ホテルに大きな荷物は預けて、ナップザックで身軽な装備。

 抜けるような青空に、焼けるアスファルトの匂い。

 夏だ。

 今まで一度も訪れたことのない福井県だけれど、夏はやっぱり夏だった。

『初日。奇跡は恐竜博物館で一日過ごしてたみたい』

「一日!?」

『うん、一日』

 奇跡はそんなに恐竜が好きだったのだろうか……。

『福井県立恐竜博物館は、世界三大恐竜博物館のひとつって言われているくらいのグレートなミュージアムだからねぇ?』

「えっ、世界。
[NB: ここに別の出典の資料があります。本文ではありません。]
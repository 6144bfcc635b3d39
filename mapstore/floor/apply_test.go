package floor

import (
	"errors"
	"fmt"
	"math"
	"strings"
	"testing"

	"example.com/wideberth/mapstore/geom"
)

func mustNew(t testing.TB, s Settings) *Map {
	t.Helper()
	m, err := New(s)
	if err != nil {
		t.Fatal(err)
	}
	return m
}

func mustApply(t testing.TB, m *Map, edits ...Edit) *Map {
	t.Helper()
	next, err := m.Apply(edits)
	if err != nil {
		t.Fatal(err)
	}
	return next
}

func disc(name string, x, y float64, radius int64) *Feature {
	return &Feature{Name: name, Kind: Solid, RadiusUm: radius, Shape: NewDisc(geom.Point{X: x, Y: y}, radius, 0)}
}

func put(f *Feature) Edit { return Edit{Kind: PutFeature, Feature: f} }

// Every refusal names the field in the contract's words, the value and what was
// wanted, and changes nothing.
func TestApplyRefuses(t *testing.T) {
	square := [][]geom.Point{pts(0, 0, 1e6, 0, 1e6, 1e6, 0, 1e6)}
	solid := func(s Shape, width, radius, tolerance int64) Edit {
		return put(&Feature{Name: "x", Kind: Solid, Shape: s, WidthUm: width, RadiusUm: radius, ToleranceUm: tolerance})
	}
	poly := func(chains ...[]geom.Point) Edit { return solid(NewPolygon(chains, 0), 0, 0, 0) }
	zone := func(kind FeatureKind, speed, heading float64) Edit {
		return put(&Feature{Name: "x", Kind: kind, Shape: NewPolygon(square, 0), SpeedMps: speed, Heading: heading})
	}
	many := make([]geom.Point, MaxRingPoints+1)
	manyHoles := append([][]geom.Point{}, square...)
	for range MaxHoles + 1 {
		manyHoles = append(manyHoles, square[0])
	}
	for _, c := range []struct {
		name string
		edit Edit
		want string
	}{
		{"no kind", Edit{}, ": kind 0, wanted put_feature, remove_feature, paint_occupancy or clear_rect"},
		{"no feature", Edit{Kind: PutFeature}, "put_feature.feature: missing"},
		{"no name", put(&Feature{Kind: Station}), `put_feature.feature.name: "", wanted 1 to 63 of a-z, 0-9, '-', '_', '.', '/', first a letter or digit`},
		{"capital", put(&Feature{Name: "Rack", Kind: Station}), `put_feature.feature.name: "Rack", wanted`},
		{"long name", put(&Feature{Name: strings.Repeat("a", 64), Kind: Station}), `wanted 1 to 63 of a-z`},
		{"long note", put(&Feature{Name: "x", Note: strings.Repeat("é", 501), Kind: Station}), "put_feature.feature.note: 501 characters, wanted at most 500, in UTF-8"},
		{"note not in UTF-8", put(&Feature{Name: "x", Note: "\xff", Kind: Station}), "put_feature.feature.note: "},
		{"no kind of feature", put(&Feature{Name: "x"}), "put_feature.feature: kind 0, wanted solid, zone or station"},
		{"station off the floor", put(&Feature{Name: "x", Kind: Station, At: geom.Point{X: 20_000_001}}), "put_feature.feature.station.pose.x_m: 20.000001 m lies outside the floor, wanted 0 m to 20 m"},
		{"station at half a micrometre", put(&Feature{Name: "x", Kind: Station, At: geom.Point{Y: 0.5}}), "put_feature.feature.station.pose.y_m: 0.5 µm, wanted a whole number of micrometres"},
		{"station facing -pi", put(&Feature{Name: "x", Kind: Station, Heading: -math.Pi}), "put_feature.feature.station.pose.heading_rad: -3.141592653589793 rad, wanted above -pi, at most pi"},
		{"station facing nowhere", put(&Feature{Name: "x", Kind: Station, Heading: math.NaN()}), "put_feature.feature.station.pose.heading_rad: NaN rad"},
		{"solid of no shape", solid(Shape{}, 0, 0, 0), "put_feature.feature.solid: outline of kind 0, wanted polygon, polyline or disc"},
		{"tolerance", solid(NewPolygon(square, 1_000_001), 0, 0, 1_000_001), "put_feature.feature.solid.survey_tolerance_m: 1.000001 m, wanted 0 m to 1 m"},
		{"grown by something else", solid(NewPolygon(square, 5), 0, 0, 7), "put_feature.feature.solid: outline grown by 5 µm, its width, radius and tolerance say 7 µm"},
		{"no rings", poly(), "put_feature.feature.solid.polygon.outer: missing"},
		{"two points", poly(pts(0, 0, 1, 1)), "put_feature.feature.solid.polygon.outer.points: 2 points, wanted 3 to 10000"},
		{"many points", poly(many), "put_feature.feature.solid.polygon.outer.points: 10001 points, wanted 3 to 10000"},
		{"many holes", poly(manyHoles...), "put_feature.feature.solid.polygon.holes: 101 holes, wanted at most 100"},
		{"point off the floor", poly(pts(0, 0, 1, 0, 1, -1)), "put_feature.feature.solid.polygon.outer.points[2].y_m: -1e-06 m lies outside the floor, wanted 0 m to 15 m"},
		{"hole's point not a number", poly(square[0], pts(1, 1, 2, math.NaN(), 2, 2)), "put_feature.feature.solid.polygon.holes[0].points[1].y_m: NaN m lies outside"},
		{"bow tie", poly(pts(0, 0, 2e6, 2e6, 2e6, 0, 0, 2e6)), "put_feature.feature.solid.polygon.outer.points[2]: the edge from here meets the edge from point 0 of the outer ring at (1, 1) m"},
		{"hole outside", poly(square[0], pts(2e6, 2e6, 3e6, 2e6, 3e6, 3e6)), "put_feature.feature.solid.polygon.holes[0].points[0]: lies outside the outer ring at (2, 2) m"},
		{"no area", poly(pts(0, 0, 1e6, 1e6, 2e6, 2e6)), "put_feature.feature.solid.polygon.outer: encloses no area"},
		{"polyline of a point", solid(NewPolyline(pts(0, 0), 9, 0), 9, 0, 0), "put_feature.feature.solid.polyline.points: 1 points, wanted 2 to 10000"},
		{"polyline off the floor", solid(NewPolyline(pts(0, 0, 0, 16e6), 9, 0), 9, 0, 0), "put_feature.feature.solid.polyline.points[1].y_m: 16 m lies outside the floor"},
		{"polyline too wide", solid(NewPolyline(pts(0, 0, 1, 1), 100_000_001, 0), 100_000_001, 0, 0), "put_feature.feature.solid.polyline.width_m: 100.000001 m, wanted 0.000001 m to 100 m"},
		{"polyline of no width", solid(NewPolyline(pts(0, 0, 1, 1), 0, 0), 0, 0, 0), "put_feature.feature.solid.polyline.width_m: 0 m"},
		{"disc without middle", solid(Shape{Kind: Disc}, 0, 0, 0), "put_feature.feature.solid.disc.center: missing"},
		{"disc off the floor", put(disc("x", -1, 0, 9)), "put_feature.feature.solid.disc.center.x_m: -1e-06 m lies outside"},
		{"disc too large", put(disc("x", 0, 0, 1_000_000_001)), "put_feature.feature.solid.disc.radius_m: 1000.000001 m, wanted 0.000001 m to 1000 m"},
		{"zone of a disc", put(&Feature{Name: "x", Kind: ClosedZone, Shape: NewDisc(geom.Point{}, 1, 0)}), "put_feature.feature.zone.area: wanted a polygon"},
		{"zone off the floor", put(&Feature{Name: "x", Kind: ClosedZone, Shape: NewPolygon([][]geom.Point{pts(0, 0, 21e6, 0, 0, 1)}, 0)}), "put_feature.feature.zone.area.outer.points[1].x_m: 21 m lies outside"},
		{"speed 0", zone(SpeedLimitZone, 0, 0), "put_feature.feature.zone.speed_limit.max_speed_mps: 0 m/s, wanted 0.001 m/s to 20 m/s"},
		{"speed of no finite time", zone(SpeedLimitZone, 1e-320, 0), "put_feature.feature.zone.speed_limit.max_speed_mps: 1e-320 m/s"},
		{"speed NaN", zone(SpeedLimitZone, math.NaN(), 0), "put_feature.feature.zone.speed_limit.max_speed_mps: NaN m/s"},
		{"one way", zone(OneWayZone, 0, 3.2), "put_feature.feature.zone.one_way.heading_rad: 3.2 rad"},
		{"remove a missing one", Edit{Kind: RemoveFeature, Name: "y"}, `remove_feature.name: there is no feature "y"`},
		{"remove no name", Edit{Kind: RemoveFeature}, `remove_feature.name: "", wanted 1 to 63`},
		{"rectangle left of the floor", Edit{Kind: PaintRect, Rect: CellRect{-1, 0, 1, 1}}, "paint_occupancy.rect.rect.column: -1, wanted 0 to 399"},
		{"rectangle above the floor", Edit{Kind: PaintRect, Rect: CellRect{0, 300, 1, 301}}, "paint_occupancy.rect.rect.row: 300, wanted 0 to 299"},
		{"rectangle of no columns", Edit{Kind: PaintRect, Rect: CellRect{5, 0, 5, 1}}, "paint_occupancy.rect.rect.columns: 0, wanted 1 to 395 from column 5 on"},
		{"rectangle too high", Edit{Kind: PaintRect, Rect: CellRect{0, 299, 1, 301}}, "paint_occupancy.rect.rect.rows: 2, wanted 1 to 1 from row 299 on"},
		{"rectangle of 3", Edit{Kind: PaintRect, Rect: CellRect{0, 0, 1, 1}, Fill: 3}, "paint_occupancy.rect.occupancy: 3, wanted free, occupied or unknown"},
		{"painted polygon off the floor", Edit{Kind: PaintPolygon, Shape: NewPolygon([][]geom.Point{pts(0, 0, 1, 0, 1, 15_000_001)}, 0)}, "paint_occupancy.polygon.polygon.outer.points[2].y_m: 15.000001 m lies outside"},
		{"painted polygon of 3", Edit{Kind: PaintPolygon, Shape: NewPolygon(square, 0), Fill: 3}, "paint_occupancy.polygon.occupancy: 3"},
		{"painted disc", Edit{Kind: PaintPolygon, Shape: NewDisc(geom.Point{}, 1, 0)}, "paint_occupancy.polygon.polygon: wanted a polygon"},
		{"cells too few", Edit{Kind: PaintCells, Rect: CellRect{0, 0, 5, 1}, Cells: []byte{0}}, "paint_occupancy.cells.cells: 1 bytes, wanted 2 for 5 cells"},
		{"cells off the floor", Edit{Kind: PaintCells, Rect: CellRect{398, 0, 401, 1}, Cells: []byte{0}}, "paint_occupancy.cells.rect.columns: 3, wanted 1 to 2 from column 398 on"},
		{"a cell of 3", Edit{Kind: PaintCells, Rect: CellRect{7, 9, 10, 11}, Cells: []byte{0, 0b1100}}, "paint_occupancy.cells.cells: cell 5 (column 9, row 10) holds 3, wanted 0, 1 or 2"},
		{"a far cell of 3", Edit{Kind: PaintCells, Rect: CellRect{0, 0, 40, 2}, Cells: append(make([]byte, 12), 0xc0, 0, 0, 0, 0, 0, 0, 0)}, "paint_occupancy.cells.cells: cell 51 (column 11, row 1) holds 3"},
		{"spare bits", Edit{Kind: PaintCells, Rect: CellRect{0, 0, 3, 1}, Cells: []byte{0x40}}, "paint_occupancy.cells.cells: spare bits of the last byte are set, wanted 0"},
		{"spare bits that would be a 3", Edit{Kind: PaintCells, Rect: CellRect{0, 0, 3, 1}, Cells: []byte{0xc0}}, "paint_occupancy.cells.cells: spare bits of the last byte are set, wanted 0"},
		{"clear beyond the floor", Edit{Kind: ClearRect, Rect: CellRect{0, 0, 401, 1}}, "clear_rect.area: cells {0 0 401 1}, wanted cells of the floor"},
	} {
		m := mustNew(t, hall)
		digest := m.Digest()
		next, err := m.Apply([]Edit{put(disc("first", 1, 1, 1)), c.edit})
		var e *EditError
		if !errors.As(err, &e) || next != nil || e.Index != 1 || !strings.HasPrefix(e.Path+": "+e.Problem, c.want) && !strings.Contains(e.Problem, c.want) {
			t.Errorf("%s: %v\nwanted %s", c.name, err, c.want)
		}
		if m.Digest() != digest || m.FeatureCount() != 0 {
			t.Errorf("%s: the map changed", c.name)
		}
	}
}

func TestApplyLimits(t *testing.T) {
	m := mustNew(t, hall)
	if _, err := m.Apply(make([]Edit, MaxEdits+1)); err == nil || err.Error() != "edits[10000]: 10001 edits, wanted at most 10000" {
		t.Errorf("too many edits: %v", err)
	}
	big := mustNew(t, Settings{ResolutionUm: 1000, Columns: 16_384, Rows: 16_384, CapUm: 1000})
	c := big.Bounds().Corners()
	paint := Edit{Kind: PaintPolygon, Shape: NewPolygon([][]geom.Point{c[:]}, 0), Fill: Occupied}
	if _, err := big.Apply([]Edit{paint}); err != nil {
		t.Errorf("painting the largest floor once: %v", err)
	}
	_, err := big.Apply([]Edit{paint, paint, paint, paint, paint, paint, paint, paint})
	if err == nil || !strings.Contains(err.Error(), "paint_occupancy.polygon.polygon: painting polygons takes") {
		t.Errorf("painting the largest floor over and over: %v", err)
	}
	all := Edit{Kind: PaintCells, Rect: CellRect{0, 0, 16_384, 16_384}, Cells: make([]byte, MaxCells/4)}
	if _, err := big.Apply([]Edit{all, {Kind: PaintCells, Rect: CellRect{0, 0, 1, 1}, Cells: []byte{0}}}); err == nil || !strings.Contains(err.Error(), "268435457 cells up to here in this patch, wanted at most 268435456") {
		t.Errorf("too many cells: %v", err)
	}
}

func TestFeatureCountLimit(t *testing.T) {
	m := mustNew(t, hall)
	edits := make([]Edit, 0, MaxEdits)
	for i := range MaxFeatures {
		edits = append(edits, put(&Feature{Name: fmt.Sprintf("s%05d", i), Kind: Station}))
		if len(edits) == MaxEdits {
			m = mustApply(t, m, edits...)
			edits = edits[:0]
		}
	}
	if m.FeatureCount() != MaxFeatures {
		t.Fatalf("%d features", m.FeatureCount())
	}
	if _, err := m.Apply([]Edit{put(disc("one-more", 0, 0, 1))}); err == nil || !strings.Contains(err.Error(), "the floor would have 100001 features, wanted at most 100000") {
		t.Errorf("one more: %v", err)
	}
	mustApply(t, m, put(disc("s00000", 0, 0, 1)))
	mustApply(t, m, Edit{Kind: RemoveFeature, Name: "s00000"}, put(disc("one-more", 0, 0, 1)))
}

func TestVertexLimit(t *testing.T) {
	m := mustNew(t, hall)
	chain := make([]geom.Point, MaxRingPoints)
	rail := func(i int) Edit {
		return put(&Feature{Name: fmt.Sprintf("rail-%03d", i), Kind: Solid, WidthUm: 2, Shape: NewPolyline(chain, 2, 0)})
	}
	var edits []Edit
	for i := range MaxVertices / MaxRingPoints {
		edits = append(edits, rail(i))
	}
	m = mustApply(t, m, edits...)
	if _, err := m.Apply([]Edit{put(disc("one-more", 0, 0, 1))}); err == nil || !strings.Contains(err.Error(), "the floor's features would have 2000001 points, wanted at most 2000000") {
		t.Errorf("one more: %v", err)
	}
	mustApply(t, m, rail(7))
}

// What means nothing for a kind of feature is not kept, and does not count.
func TestFeaturesAreCanonical(t *testing.T) {
	m := mustNew(t, hall)
	plain := mustApply(t, m, put(&Feature{Name: "dock", Kind: Station, At: geom.Point{X: 5, Y: 5}, Heading: 0}))
	odd := mustApply(t, m, put(&Feature{Name: "dock", Kind: Station, At: geom.Point{X: 5, Y: 5}, Heading: math.Copysign(0, -1), SpeedMps: 3, WidthUm: 9}))
	if plain.Digest() != odd.Digest() {
		t.Error("fields without meaning change the digest")
	}
	if f, _ := odd.Feature("dock"); f.SpeedMps != 0 || f.WidthUm != 0 {
		t.Errorf("kept %+v", f)
	}
}

// An empty patch and one that changes nothing give equal content.
func TestNothingChanged(t *testing.T) {
	m := mustApply(t, mustNew(t, hall), put(disc("a", 1e6, 1e6, 5)), Edit{Kind: PaintRect, Rect: CellRect{3, 3, 90, 90}, Fill: Occupied})
	for _, edits := range [][]Edit{
		nil,
		{put(disc("a", 1e6, 1e6, 5))},
		{{Kind: PaintRect, Rect: CellRect{10, 10, 20, 20}, Fill: Occupied}},
		{{Kind: ClearRect}},
		{{Kind: ClearRect, Rect: CellRect{0, 0, 400, 300}}, {Kind: PaintRect, Rect: CellRect{3, 3, 90, 90}, Fill: Occupied}},
	} {
		if next := mustApply(t, m, edits...); next.Digest() != m.Digest() || !Diff(m, next).IsEmpty() {
			t.Errorf("%v changed the content", edits)
		}
	}
}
日本じゃなくて?」

 そうだよ、とヒメムラサキ。

『うん、世界だよ。カナダのロイヤル・ティレル古生物学博物館、中国四川省にある自貢恐竜博物館と、福井の福井県立恐竜博物館が世界三大恐竜博物館と呼ばれてるんだって。ちなみに、勝山市全域が日本ジオパークに登録されてる』


 ヒメムラサキがクラウドに接続して得た知識をとうとうと語る。

 すごいじゃん、福井県立恐竜博物館。

「もしかして、意外と有名?」

『その道では、って感じなのかな。少なくとも、ダイナソー小林とバトルするキッズたちは絶対に知っているだろうね』

「え、ダイナソー……何?」

 小林さんは有名な恐竜研究者だとヒメムラサキは教えてくれた。

 そして、彼女が私が不在のあいだずっと『夏休み子ども電話相談室』のバックナンバーを聴いていることも教えてくれた。

 何、その趣味。

 えちぜん鉄道は進む。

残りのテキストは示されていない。